2014’s other major financial scandal was Libor, where several banks (Lloyds among them) colluded to fix the London Interbank Offered Rate (Libor) - the rate at which banks lend to each other. 

7. RBS, Natwest and Ulster Bank: £42,000,000 (Failing to provide adequate IT systems)

8. Barclays.  £37,745,000 (failing to properly protect £16bn of clients’ custody assets)

Barclays isn't the only bank to feature twice on this list- but it does so while also being investigated for both the Libor and forex - more fines are expected to follow. The bank was fined by the FCA in September when it failed to protect funds a client had entrusted to them in custody. 

9. HomeServe: £30,647,400 (mis-sold insurance policies)

The only non-bank to make the top 10 this year HomeServe, which was slapped with a massive £30m fine after it was found it had not only mis-sold insurance to its clients, but also failed to investigate claims in a timely manner. 

10. Barclays: £26,033,500 (failing to manage conflict of interests) 

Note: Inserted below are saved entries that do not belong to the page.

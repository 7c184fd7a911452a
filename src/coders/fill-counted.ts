import type { SymbolArray } from '../symbols/sequence.ts';
import type { Coded, Encoder, Setup } from './contract.ts';
import { refuseUnit, SymbolEnds, UnitGatherer } from './fill-units.ts';
import { symbolCountBits } from './message-frame.ts';

/** What knows the lengths of words. */
export interface WordCounter {
  /** Bits of the words of `symbols[from … to − 1]`. */
  bitsOf(symbols: SymbolArray, from: number, to: number): number;
}

/** More than any symbol count takes. */
const COUNT_BITS = 64;
/** Symbols after which decided messages go to the encoder; with fewer, counting and coding push out each other's tables. */
const HANDED_SYMBOLS = 2 ** 18;

/**
 * Fills messages of words whose lengths do not depend on their neighbours: bits are counted unit by unit, each once,
 * and whole messages handed to a plain encoder. Exact because sizes never fall.
 *
 * Cost: a plain encode, and one look-up for each symbol, or two.
 * @param encoder  of the same setup without `fill`
 */
export function countingFiller(setup: Setup, encoder: Encoder, words: WordCounter): Encoder {
  const filler = new CountingFiller(setup, encoder, words);
  return { push: (chunk) => filler.units.push(chunk), finish: () => filler.finish() };
}

class CountingFiller {
  readonly units: UnitGatherer;
  readonly #setup: Setup;
  readonly #encoder: Encoder;
  readonly #words: WordCounter;
  readonly #budgetBits: number;
  readonly #symbolEnds = new SymbolEnds();
  /** Ends of messages that are not handed on yet, from the first symbol of the first. */
  #ends = new Uint32Array(256);
  #endCount = 0;

  constructor(setup: Setup, encoder: Encoder, words: WordCounter) {
    this.#setup = setup;
    this.#encoder = encoder;
    this.#words = words;
    this.#budgetBits = Math.floor((setup.fill!.bytes * 8) / setup.align) * setup.align;
    this.units = new UnitGatherer((symbols, ends, last) => this.#make(symbols, ends, last));
  }

  finish(): Coded {
    this.units.finish();
    return { ...this.#encoder.finish(), symbolEnds: this.#symbolEnds.finish() };
  }

  #make(symbols: SymbolArray, unitEnds: Uint32Array, last: boolean): number {
    const words = this.#words;
    const surelyFits = this.#budgetBits - COUNT_BITS;
    let handed = 0;
    // The message at hand: first unit and symbol, bits of its words; `at` is the first symbol of the next unit.
    let first = 0;
    let from = 0;
    let at = 0;
    let bits = 0;
    for (let unit = 0; unit < unitEnds.length; unit++) {
      const to = unitEnds[unit];
      const unitBits = words.bitsOf(symbols, at, to);
      bits += unitBits;
      if (bits > surelyFits && !this.#fits(to - from, bits)) {
        if (unit > first) this.#end(at, handed);
        if (!this.#fits(to - at, unitBits)) this.#refuse(unit, to - at, unitBits);
        first = unit;
        from = at;
        bits = unitBits;
        if (from - handed >= HANDED_SYMBOLS) {
          this.#handOn(symbols, handed, from);
          handed = from;
        }
      }
      at = to;
    }
    if (last && first < unitEnds.length) {
      this.#end(at, handed);
      first = unitEnds.length;
      from = at;
    }
    if (this.#endCount > 0) this.#handOn(symbols, handed, from);
    return first;
  }

  #fits(symbolCount: number, bits: number): boolean {
    return symbolCountBits(this.#setup, symbolCount) + bits <= this.#budgetBits;
  }

  #end(end: number, handed: number): void {
    if (this.#endCount === this.#ends.length) {
      const grown = new Uint32Array(2 * this.#endCount);
      grown.set(this.#ends);
      this.#ends = grown;
    }
    this.#ends[this.#endCount++] = end - handed;
    this.#symbolEnds.add(this.units.symbolsDone + end);
  }

  #handOn(symbols: SymbolArray, from: number, to: number): void {
    this.#encoder.push({
      alphabetSize: this.#setup.alphabetSize,
      symbols: symbols.subarray(from, to),
      messageEnds: this.#ends.subarray(0, this.#endCount),
    });
    this.#endCount = 0;
  }

  #refuse(unit: number, symbolCount: number, unitBits: number): never {
    const { align, fill } = this.#setup;
    const bits = symbolCountBits(this.#setup, symbolCount) + unitBits;
    refuseUnit(this.units.unitsDone + unit, Math.ceil(bits / align) * align, fill!.bytes * 8);
  }
}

What these figures demonstrate is an era of Organised Crime on a hitherto unimaginable scale. It is clear that these banks, in order to maintain the level of revenues they required to support their over-inflated share prices, had to engage in wholesale criminality to make their numbers.

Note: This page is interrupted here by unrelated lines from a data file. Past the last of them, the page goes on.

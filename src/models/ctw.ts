import type { SymbolArray } from '../symbols/sequence.ts';
import { DECISION_TOTAL, type DecisionSink, type DecisionSource } from './binary-decision.ts';
import { ctwTables, MOST_STEPS, WEIGHT_SHIFT } from './ctw-tables.ts';

/** Most nodes: 192 MiB of them. */
const MOST_NODES = 2 ** 24;
/** Nodes are placed until so much of the table is taken. */
const LOAD = 0.8;
const FEWEST_NODES = 2 ** 12;
/** A count of this size halves both counts of its node. */
const LARGEST_COUNT = 0xffff;
/** Log-odds stay inside ± this, in 1/65536 bit. */
const LARGEST_ODDS = 2 ** 30;

/**
 * Context-tree weighting over symbols: each symbol is decided bit by bit, most significant first, and each bit has the
 * mixture over all context lengths 0 … `depth` (in symbols) that the tree of its contexts defines.
 *
 * Every node, a context with the bits of the symbol decided so far, holds Krichevsky–Trofimov counts, and log2 of β, the
 * probability of its own estimate by that of its longer contexts; along one path the weighted probability of a bit is
 * (β · own + longer) ÷ (β + 1), and β then grows by own ÷ longer. For an alphabet of 2 this is the binary method of the paper.
 *
 * What differs from the paper, alike at both ends: probabilities are 65536ths (1 … 65 535), log2 β is in 1/65536 bit and its
 * weight from a table, counts of 65 535 are halved. Nodes are told apart by 32 bits of a hash beside their place by
 * another, so two contexts may, very rarely, share a node. When the table is full, paths end where their nodes end.
 *
 * Cost: ⌈log2 m⌉ · (depth + 1) nodes a symbol; 12 bytes a node, 192 MiB at most.
 * Source: F. M. J. Willems, Y. M. Shtarkov, T. J. Tjalkens, "The context-tree weighting method: basic properties", IEEE
 * Trans. IT 41(3), 1995; β: F. M. J. Willems, T. J. Tjalkens, "Complexity reduction of the context-tree weighting
 * algorithm", 1997 (from memory).
 */
export class CtwModel {
  readonly #width: number;
  readonly #depth: number;
  readonly #mask: number;
  readonly #room: number;
  readonly #marks: Uint32Array;
  /** Ones in the upper half, zeros in the lower. */
  readonly #counts: Uint32Array;
  /** log2 β, in 1/65536 bit. */
  readonly #odds: Int32Array;
  readonly #placeHash: Int32Array;
  readonly #markHash: Int32Array;
  /** Nodes of the bit in hand by context length, their own probabilities of a 1, and those of their longer contexts. */
  readonly #path: Int32Array;
  readonly #own: Int32Array;
  readonly #longer: Int32Array;
  readonly #costs: Uint32Array;
  readonly #weights: Uint32Array;
  #longest = 0;
  #nodes = 0;

  /**
   * @param depth    longest context, in symbols
   * @param symbols  how many will be coded, the same at both ends: sizes the table
   */
  constructor(alphabetSize: number, depth: number, symbols: number) {
    this.#width = alphabetSize < 2 ? 0 : 32 - Math.clz32(alphabetSize - 1);
    this.#depth = depth;
    const wanted = (symbols * this.#width * (depth + 1)) / LOAD;
    let size = FEWEST_NODES;
    while (size < wanted && size < MOST_NODES) size *= 2;
    this.#mask = size - 1;
    this.#room = Math.floor(size * LOAD);
    this.#marks = new Uint32Array(size);
    this.#counts = new Uint32Array(size);
    this.#odds = new Int32Array(size);
    this.#placeHash = new Int32Array(depth + 1);
    this.#markHash = new Int32Array(depth + 1);
    this.#path = new Int32Array(depth + 1);
    this.#own = new Int32Array(depth + 1);
    this.#longer = new Int32Array(depth + 1);
    ({ costs: this.#costs, weights: this.#weights } = ctwTables());
    for (let j = 0; j < depth; j++) this.see(alphabetSize);
  }

  /** Moves the contexts on by a symbol that is not coded. */
  see(symbol: number): void {
    const place = this.#placeHash;
    const mark = this.#markHash;
    for (let j = this.#depth; j > 0; j--) {
      const a = Math.imul(place[j - 1] ^ (symbol + 1), 0x9e3779b1);
      place[j] = (a ^ (a >>> 15)) + j;
      const b = Math.imul(mark[j - 1] ^ (symbol + 1), 0x85ebca6b);
      mark[j] = (b ^ (b >>> 13)) + j;
    }
  }

  encode(symbols: SymbolArray, from: number, to: number, sink: DecisionSink): void {
    const width = this.#width;
    for (let i = from; i < to; i++) {
      const symbol = symbols[i];
      let prefix = 1;
      for (let shift = width - 1; shift >= 0; shift--) {
        const bit = (symbol >>> shift) & 1;
        sink.put(bit, this.#predict(prefix));
        this.#learn(bit);
        prefix = prefix * 2 + bit;
      }
      this.see(symbol);
    }
  }

  decode(source: DecisionSource, symbols: SymbolArray, from: number, to: number): void {
    const width = this.#width;
    const leading = 2 ** width;
    for (let i = from; i < to; i++) {
      let prefix = 1;
      for (let shift = width - 1; shift >= 0; shift--) {
        const bit = source.take(this.#predict(prefix));
        this.#learn(bit);
        prefix = prefix * 2 + bit;
      }
      symbols[i] = prefix - leading;
      this.see(prefix - leading);
    }
  }

  /** Probability of a 1 after the symbol's bits so far, which `prefix` holds below a leading 1. */
  #predict(prefix: number): number {
    const path = this.#path;
    const depth = this.#depth;
    let longest = 0;
    for (; longest <= depth; longest++) {
      const node = this.#nodeOf(longest, prefix);
      if (node < 0) break;
      path[longest] = node;
    }
    longest--;
    this.#longest = longest;
    const counts = this.#counts;
    const odds = this.#odds;
    const weights = this.#weights;
    let ones = DECISION_TOTAL / 2;
    for (let j = longest; j >= 0; j--) {
      const node = path[j];
      const count = counts[node];
      const own = krichevskyTrofimov(count >>> 16, count & 0xffff);
      this.#own[j] = own;
      if (j === longest) {
        ones = own;
        continue;
      }
      this.#longer[j] = ones;
      const step = odds[node] >> WEIGHT_SHIFT;
      const weight = weights[MOST_STEPS + Math.min(MOST_STEPS, Math.max(-MOST_STEPS, step))];
      ones = Math.floor((weight * own + (DECISION_TOTAL - weight) * ones) / DECISION_TOTAL);
    }
    return ones;
  }

  #learn(bit: number): void {
    const costs = this.#costs;
    const longest = this.#longest;
    for (let j = longest; j >= 0; j--) {
      const node = this.#path[j];
      if (j < longest) {
        const own = this.#own[j];
        const longer = this.#longer[j];
        const gain =
          bit === 1
            ? costs[longer] - costs[own]
            : costs[DECISION_TOTAL - longer] - costs[DECISION_TOTAL - own];
        const odds = this.#odds[node] + gain;
        this.#odds[node] = Math.min(LARGEST_ODDS, Math.max(-LARGEST_ODDS, odds));
      }
      this.#count(node, bit);
    }
  }

  #count(node: number, bit: number): void {
    const count = this.#counts[node];
    let ones = count >>> 16;
    let zeros = count & 0xffff;
    if (bit === 1) ones++;
    else zeros++;
    if (ones >= LARGEST_COUNT || zeros >= LARGEST_COUNT) {
      ones = (ones + 1) >>> 1;
      zeros = (zeros + 1) >>> 1;
    }
    this.#counts[node] = ones * 0x10000 + zeros;
  }

  /** The node of the last `length` symbols and the bits so far, made if there is room; −1 if there is none. */
  #nodeOf(length: number, prefix: number): number {
    let place = Math.imul(this.#placeHash[length] + prefix, 0x2c1b3c6d);
    place = Math.imul(place ^ (place >>> 13), 0x297a2d39);
    let mark = Math.imul(this.#markHash[length] ^ Math.imul(prefix, 0x27d4eb2f), 0x165667b1);
    mark = (mark ^ (mark >>> 16)) >>> 0;
    // 0 marks an empty place.
    if (mark === 0) mark = 1;
    const marks = this.#marks;
    const mask = this.#mask;
    let at = (place ^ (place >>> 15)) & mask;
    for (;;) {
      const found = marks[at];
      if (found === mark) return at;
      if (found === 0) break;
      at = (at + 1) & mask;
    }
    if (this.#nodes >= this.#room) return -1;
    this.#nodes++;
    marks[at] = mark;
    return at;
  }
}

/** (ones + ½) ÷ (ones + zeros + 1) in 65536ths, 1 … 65 535. */
function krichevskyTrofimov(ones: number, zeros: number): number {
  const exact = Math.floor(((2 * ones + 1) * DECISION_TOTAL) / (2 * (ones + zeros) + 2));
  return Math.min(DECISION_TOTAL - 1, Math.max(1, exact));
}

How is it that no-one has gone to prison for these crimes. How is it that bank senior executives have not been called to account?

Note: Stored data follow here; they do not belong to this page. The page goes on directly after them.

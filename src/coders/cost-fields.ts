import {
  BOUNDS,
  EARLIER_VALUE,
  type FieldPlan,
  LAST_VALUE,
  VALUE_BEFORE,
} from '../models/field-plan.ts';
import { LINEAR } from '../models/field-residual.ts';
import type { RangeBits } from '../stages/range-precision.ts';
import type { TablePolicy } from './contract.ts';
import { type BothEnds, type CodeEstimate, type EndCost, endCost, integerBytes } from './cost.ts';
import { rangeStateBytes } from './cost-static.ts';

/** Take apart or put together, transform, context, token and extra bits, counts where they adapt; a range coder's. */
const FIELDS_CODE: BothEnds<CodeEstimate> = {
  encoder: { statements: 90, nestedCalls: 4 },
  decoder: { statements: 94, nestedCalls: 4 },
};
const ADAPTING_STATEMENTS = 16;

/** A sum over inputs, and its place among the weights. */
const LINEAR_STATEMENTS = 14;

/** An integer a part each: value, residual, value before, the one before that, residual before. */
const PART_STATE_BYTES = 5 * 4;

/** Parts whose values are put in size classes: their bounds are kept. */
function classedParts({ contexts, contextParts }: FieldPlan): Set<number> {
  const kinds = [LAST_VALUE, EARLIER_VALUE, VALUE_BEFORE];
  return new Set([...contextParts].filter((_, part) => kinds.includes(contexts[part])));
}

/**
 * Bytes that describe the parts of a record, the same at both ends. For each part: width and sign (1 byte), place in the record
 * in bits, transform and context (1), the part asked, its first table, the value before the first in as many bytes as the
 * width needs, where any is coded so the part beside which a first value is; where a context asks for its class, the bounds.
 * Once a table, and once more: its first slot. Under `linear` besides the number of inputs (1), which they are, and 2 bytes a
 * weight.
 */
function fieldPlanBytes(plan: FieldPlan): number {
  const { layout, partCount, tableCount, slotCount, transforms, inputStart, weightStart } = plan;
  const nameBytes = integerBytes(partCount - 1);
  const partBytes =
    2 +
    integerBytes(8 * layout.bytes - 1) +
    nameBytes +
    (plan.firstParts.some((beside) => beside >= 0) ? integerBytes(partCount) : 0) +
    integerBytes(tableCount - 1);
  let bytes = (tableCount + 1) * integerBytes(slotCount) + partCount * partBytes;
  for (const part of classedParts(plan)) bytes += BOUNDS * integerBytes(2 ** layout.widths[part]);
  for (let part = 0; part < partCount; part++) {
    bytes += integerBytes(2 ** layout.widths[part] - 1);
    if (transforms[part] === LINEAR)
      bytes +=
        1 +
        nameBytes * (inputStart[part + 1] - inputStart[part]) +
        2 * (weightStart[part + 1] - weightStart[part]);
  }
  return bytes;
}

/**
 * Costs of `fields`.
 *
 * `shipped`: one lower end of 2 bytes a slot; a frequency is the distance to the next. `learned`, `primed`: a count of 2 bytes
 * a slot and a total of 2 bytes a table in RAM, and under `primed` the same in flash, to start from. A carry may run back to a
 * message's first byte, so the encoder holds its coded message. The record itself is the caller's.
 */
export function fieldsCosts(
  plan: FieldPlan,
  policy: TablePolicy,
  bits: RangeBits,
  longestCodedBytes: number,
): BothEnds<EndCost> {
  const adapts = policy !== 'shipped';
  const countBytes = 2 * (plan.slotCount + plan.tableCount);
  const tableBytes = policy === 'learned' ? 0 : adapts ? countBytes : 2 * plan.slotCount;
  const flashBytes = fieldPlanBytes(plan) + tableBytes;
  // The last byte tells how many records lie before.
  const stateBytes =
    rangeStateBytes(bits) + plan.partCount * PART_STATE_BYTES + 1 + (adapts ? countBytes : 0);
  const code = ({ statements, nestedCalls }: CodeEstimate): CodeEstimate => ({
    statements:
      statements +
      (adapts ? ADAPTING_STATEMENTS : 0) +
      (plan.transforms.includes(LINEAR) ? LINEAR_STATEMENTS : 0),
    nestedCalls,
  });
  return {
    encoder: endCost(flashBytes, stateBytes + longestCodedBytes, code(FIELDS_CODE.encoder)),
    decoder: endCost(flashBytes, stateBytes, code(FIELDS_CODE.decoder)),
  };
}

Every time we see a Parliamentary Committee sitting in judgement on these creatures, we see them slipping, sliding, evading the questions, sometimes being economical with the truth, sometimes downright lying, but never any question of anyone being required to resign.

While these statistics reflect an unacceptable level of organised crime within these banks, they also reflect an almost complete absence of any kind of pro-active activity on the part of the regulators.

The role of all law enforcement agencies, (and financial regulators do perform a policing function, no matter how much they may deny it and seek to wriggle out of their responsibilities for ‘policing’ the market), is to prevent crime in their market, industry or social sector.

Crime prevention is a pro-active science, where those charged with the duties of regulating the market should be adopting integrated and pro-active techniques and strategies to identify and disrupt such activities in the market, in the first place.

Waiting until the horse has bolted and the cat is out of the bag (how I do love a mixed metaphor), is futile. It means that the regulators are always responding after the event, and always too little, too late!

These latest statistics must be a clarion call to Government, because these fines are being loaded on to the shoulders of the shareholders, and they are not impacting on the most egregious criminals themselves, the banks and their management.

We simply cannot go on watching this pantomime being played out, where fines, the size of which would pay to support the NHS for years to come, are being levied against criminal enterprises who show no signs of conforming to law.

As a matter of course, any bank director whose institution is fined sums of this magnitude should be facing the wrath of the English Courts as well as the demands o out-of-pocket shareholders.

The SFO and the City of London Police should be harmonizing their approaches to these criminal allegations, and should be working out a list of those they would wish to interview.

In no other walk of life would such dishonest and egregious business practices be tolerated.
This must now become a priority for Government – It already is an electoral issue for me!